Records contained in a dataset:

[Start of Attachment]

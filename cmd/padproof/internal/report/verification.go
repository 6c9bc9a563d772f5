package report

import (
	"io"

	"padproof/cmd/padproof/internal/ledger"
)

// VerificationText writes what was found of a ledger's chains. withHeads says that
// heads kept elsewhere were looked for.
func VerificationText(w io.Writer, v *ledger.Verification, withHeads bool) error {
	p := &page{w: w}
	if len(v.Faults) == 0 {
		p.line("SOUND   %s records of %s, none altered, missing, moved or doubled", grouped(v.Records), stations(len(v.Heads)))
	} else {
		p.line("NOT SOUND   %s records of %s", grouped(v.Records), stations(len(v.Heads)))
		for _, f := range v.Faults {
			p.item("  "+f.Fault+": ", f.Text)
		}
	}
	p.heading("Heads")
	for _, h := range v.Heads {
		p.line("  %s:%s", clean(h.String()), h.Hash)
	}
	if !withHeads {
		p.item("  ", "A chain whose end was cut off shows only against a head kept elsewhere: verify --head.")
	}
	return p.err
}

func stations(n int) string {
	if n == 1 {
		return "1 station"
	}
	return grouped(int64(n)) + " stations"
}
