package report

import (
	"cmp"
	"slices"
	"strings"

	"padproof/cmd/padproof/internal/result"
)

// A suspectView is a fault that would explain the figures, and how to make sure.
type suspectView struct {
	Fault     string
	Weight    phrase
	By        phrase // how far the part is off, where that is an estimate
	Parts     []string
	Predicted []fact
	Confirm   []fact
	How       string
	Picture   *pictureView // the schematic with the part marked
}

// mostMarked is how many suspects are shown in a schematic; those after are hardly
// ever right.
const mostMarked = 3

func suspectViews(a *result.Answer, marked func(parts []string) *Picture) ([]suspectView, error) {
	var all []suspectView
	for i, s := range a.Suspects {
		field := at("/suspects", i)
		one := suspectView{
			Fault: s.Fault, Weight: phrase{figure(field+"/weight", s.Weight, fixed(s.Weight, 2))}, Parts: s.Parts,
			Predicted: predictedFacts(field+"/predicted", s.Predicted),
			Confirm:   confirmFacts(field+"/confirm", s.Confirm), How: capital(s.Confirm.How),
		}
		if known(s.ByPercent) && known(s.ByPercentU) && !strings.Contains(s.Fault, " or ") {
			one.By = phrase{words("off by "), figure(field+"/by_percent", *s.ByPercent, toDigits(float64(*s.ByPercent), 3)),
				words(" % ± "), figure(field+"/by_percent_u", *s.ByPercentU, toDigits(float64(*s.ByPercentU), 2)), words(" %")}
		}
		if marked != nil && len(s.Parts) > 0 && i < mostMarked {
			if p := marked(s.Parts); p != nil {
				picture, err := p.view()
				if err != nil {
					return nil, err
				}
				one.Picture = &picture
			}
		}
		all = append(all, one)
	}
	return all, nil
}

// predictedFacts are what the fault would make of the figures, in the order of
// their names.
func predictedFacts(field string, predicted map[string]result.Number) []fact {
	var facts []fact
	for key, n := range predicted {
		title, unit := titleOfKey(key)
		facts = append(facts, fact{title, phrase{figure(field+"/"+key, n, fixed(n, 2)), words(unit)}})
	}
	slices.SortFunc(facts, func(a, b fact) int { return cmp.Compare(a.Name, b.Name) })
	return facts
}

// titleOfKey parts the name of a JSON field into words and a unit.
func titleOfKey(key string) (title, unit string) {
	for suffix, text := range map[string]string{"_db": " dB", "_dbu": " dBu", "_hz": " Hz", "_ohms": " Ω", "_deg": "°", "_s": " s"} {
		if stem, found := strings.CutSuffix(key, suffix); found {
			key, unit = stem, text
			break
		}
	}
	return strings.ReplaceAll(key, "_", " "), unit
}

func confirmFacts(field string, c result.Confirm) []fact {
	if len(c.Pins) == 0 {
		return nil
	}
	reads := func(key string, n result.Number) phrase { return phrase{figure(field+"/"+key, n, metered(n))} }
	facts := []fact{{"Ohmmeter between", phrase{name(strings.Join(c.Pins, " and "))}}}
	if len(c.Joined) > 0 {
		facts = append(facts, fact{"with joined", phrase{name(strings.Join(c.Joined, " and "))}})
	}
	facts = append(facts, fact{"A sound unit reads", reads("good_ohms", c.GoodOhms)}, fact{"With this fault", reads("fault_ohms", c.FaultOhms)})
	if c.NextOhms != nil {
		facts = append(facts, fact{"With “" + c.Next + "”", reads("next_ohms", *c.NextOhms)})
	}
	return facts
}

// unexplained reports whether nothing looked for explains the figures better than
// none of it would.
func unexplained(a *result.Answer) bool {
	return a.Unexplained != nil && (len(a.Suspects) == 0 || *a.Unexplained > a.Suspects[0].Weight)
}

// noneWeight is the weight of "none of these".
func noneWeight(a *result.Answer) phrase {
	if a.Unexplained == nil || len(a.Suspects) == 0 {
		return nil
	}
	return phrase{words("None of these, weight "), figure("/unexplained", *a.Unexplained, fixed(*a.Unexplained, 2)),
		words(". Weights add up to 1 over all faults looked at; small ones are left out.")}
}

// A problemView is what is wrong with a take, where, and what to do.
type problemView struct {
	File, Problem, Text string
	Where               phrase
}

func problemViews(a *result.Answer) []problemView {
	var all []problemView
	for i, c := range a.Captures {
		for k, q := range c.Problems {
			one := problemView{File: c.File, Problem: q.Problem, Text: q.Text}
			if q.AtSec.OK() {
				field := at(at("/captures", i)+"/problems", k) + "/at_s"
				one.Where = phrase{words(" at "), figure(field, q.AtSec, fixed(q.AtSec, 2)), words(" s")}
			}
			all = append(all, one)
		}
	}
	return all
}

[End of Attachment]

Take every line above where "append" appears and copy it.

		all = append(all, one)
		facts = append(facts, fact{title, phrase{figure(field+"/"+key, n, fixed(n, 2)), words(unit)}})
		facts = append(facts, fact{"with joined", phrase{name(strings.Join(c.Joined, " and "))}})
	facts = append(facts, fact{"A sound unit reads", reads("good_ohms", c.GoodOhms)}, fact{"With this fault", reads("fault_ohms", c.FaultOhms)})
		facts = append(facts, fact{"With “" + c.Next + "”", reads("next_ohms", *c.NextOhms)})
			all = append(all, one)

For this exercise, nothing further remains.